:: Raw data

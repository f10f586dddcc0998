'use client';

import { Field, Select } from '@/components/ui/Field';
import { MOST_BOTTLE_ROWS } from '@/lib/contracts/bench';
import { BOTTLE_KINDS, BOTTLES, CLOSURE_CATALOGUE, type BottleKind, type Closure } from '@/lib/core/bottling/bottles';
import { BottleDrawing } from './BottleDrawing';
import { newRow, type BenchDraft, type BenchErrors, type BottleRow } from './draft';
import { SHORT_BOTTLE, sizeWords } from './words';

const usual = (kind: BottleKind) => (BOTTLES[kind].rating === 'never' ? 'never' : BOTTLES[kind].rating.toFixed(1));

interface RowProps {
  row: BottleRow;
  index: number;
  drops: boolean;
  errors: BenchErrors;
  onChange: (row: BottleRow) => void;
  onRemove: (() => void) | null;
}

function Row({ row, index, drops, errors, onChange, onRemove }: RowProps) {
  const entry = BOTTLES[row.kind];
  const set = (part: Partial<BottleRow>) => onChange({ ...row, ...part });
  const error = (name: string) => errors[`bottles.${index}.${name}`];
  const never = entry.rating === 'never' || CLOSURE_CATALOGUE[row.closure].rating === 'never';
  return (
    <fieldset className="min-w-0 border-t py-3">
      <legend className="float-left w-full pb-1">
        <span className="flex items-baseline justify-between gap-3">
          <span className="type-name-low">{entry.name}</span>
          {onRemove && (
            <button type="button" onClick={onRemove} aria-label={`Take the ${entry.name} off the bench`} className="type-label min-h-8 text-ink2 underline underline-offset-4 max-strip:min-h-11">
              Take off
            </button>
          )}
        </span>
      </legend>
      <div className="clear-both grid grid-cols-2 gap-3">
        <Field label="size" unit="ml" inputMode="numeric" list={`sizes-${row.key}`} value={row.size} error={error('size_ml')} onChange={(event) => set({ size: event.target.value })} />
        <datalist id={`sizes-${row.key}`}>
          {entry.usualSizesMl.map((ml) => (
            <option key={ml} value={ml}>
              {sizeWords(ml)}
            </option>
          ))}
        </datalist>
        <Field label="at hand" placeholder="enough" inputMode="numeric" value={row.atHand} error={error('at_hand')} onChange={(event) => set({ atHand: event.target.value })} />
        <Select label="closed by" className="max-strip:col-span-2" value={row.closure} error={error('closure')} onChange={(event) => set({ closure: event.target.value as Closure })}>
          {entry.closures.map((closure) => (
            <option key={closure} value={closure}>
              {CLOSURE_CATALOGUE[closure].name}
            </option>
          ))}
        </Select>
        {never ? (
          <Field label="holds" held value="never under pressure" readOnly />
        ) : (
          <Field label="maker’s figure" unit="bar" placeholder="not read" inputMode="decimal" value={row.confirmed} error={error('confirmed_bar')} onChange={(event) => set({ confirmed: event.target.value })} />
        )}
        {drops && <Field label="drops in each" inputMode="numeric" value={row.drops} error={error('drops')} onChange={(event) => set({ drops: event.target.value })} />}
      </div>
      <p className="type-reason pt-2 text-ink2">
        {entry.note} {CLOSURE_CATALOGUE[row.closure].note}
      </p>
    </fieldset>
  );
}

/** The catalogue of bottles to put on the bench, and a row for each that stands there. Filled in order: the small one last. */
export function Bottles({ draft, errors, onChange }: { draft: BenchDraft; errors: BenchErrors; onChange: (bottles: BottleRow[]) => void }) {
  const rows = draft.bottles;
  const add = (kind: BottleKind) => {
    const sizes = BOTTLES[kind].usualSizesMl;
    const size = sizes.toReversed().find((ml) => ml <= 1000 && !rows.some((row) => row.kind === kind && row.size === String(ml))) ?? sizes[0]!;
    onChange([...rows, newRow(kind, size, rows.map((row) => row.key))]);
  };
  return (
    <section aria-label="Bottles">
      <p className="type-label flex justify-between gap-3 pb-1 text-ink2">
        <span>bottles</span>
        <span>usual rating, bar</span>
      </p>
      <div role="group" aria-label="Put a bottle on the bench" className="grid grid-cols-4 gap-px border-[1.5px] border-ink2 bg-rule2">
        {BOTTLE_KINDS.map((kind) => {
          const count = rows.filter((row) => row.kind === kind).length;
          return (
            <button
              key={kind}
              type="button"
              aria-label={`Add a ${BOTTLES[kind].name}, usually rated ${usual(kind)}${count > 0 ? `; ${count} on the bench` : ''}`}
              onClick={() => add(kind)}
              disabled={rows.length >= MOST_BOTTLE_ROWS}
              className={`type-tick relative flex min-w-0 flex-col items-center gap-1 px-0.5 pb-1 pt-2 ${count > 0 ? 'bg-desk outline-2 -outline-offset-2 outline-ink' : 'bg-lit hover:bg-desk'}`}
            >
              <BottleDrawing kind={kind} filled={count > 0} height={54} />
              <span className="w-full break-words text-center">{SHORT_BOTTLE[kind]}</span>
              <span className="font-semibold">{usual(kind)}</span>
              {count > 0 && (
                <svg viewBox="0 0 10 10" width="14" height="14" aria-hidden className="absolute right-0 top-0 text-ink">
                  <path d="M0 0h10v10Z" fill="currentColor" />
                </svg>
              )}
            </button>
          );
        })}
      </div>
      {errors.bottles && <p className="type-label pt-1 text-madder">{errors.bottles}</p>}
      <p className="type-reason pb-2 pt-1 text-ink2">Filled in this order: put the small size last, for the rest.{rows.length >= MOST_BOTTLE_ROWS && ` The bench is full: ${MOST_BOTTLE_ROWS} kinds and sizes in one plan. Take one off to add another, or bottle the rest as a second lot.`}</p>
      {rows.map((row, index) => (
        <Row
          key={row.key}
          row={row}
          index={index}
          drops={draft.way === 'drops'}
          errors={errors}
          onChange={(changed) => onChange(rows.map((other) => (other.key === row.key ? changed : other)))}
          onRemove={rows.length > 1 ? () => onChange(rows.filter((other) => other.key !== row.key)) : null}
        />
      ))}
    </section>
  );
}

::::

§ Your objective
Go through the preceding material and copy each line that has the word "option".

§ Exercise solution
            <option key={ml} value={ml}>
            </option>
            <option key={closure} value={closure}>
            </option>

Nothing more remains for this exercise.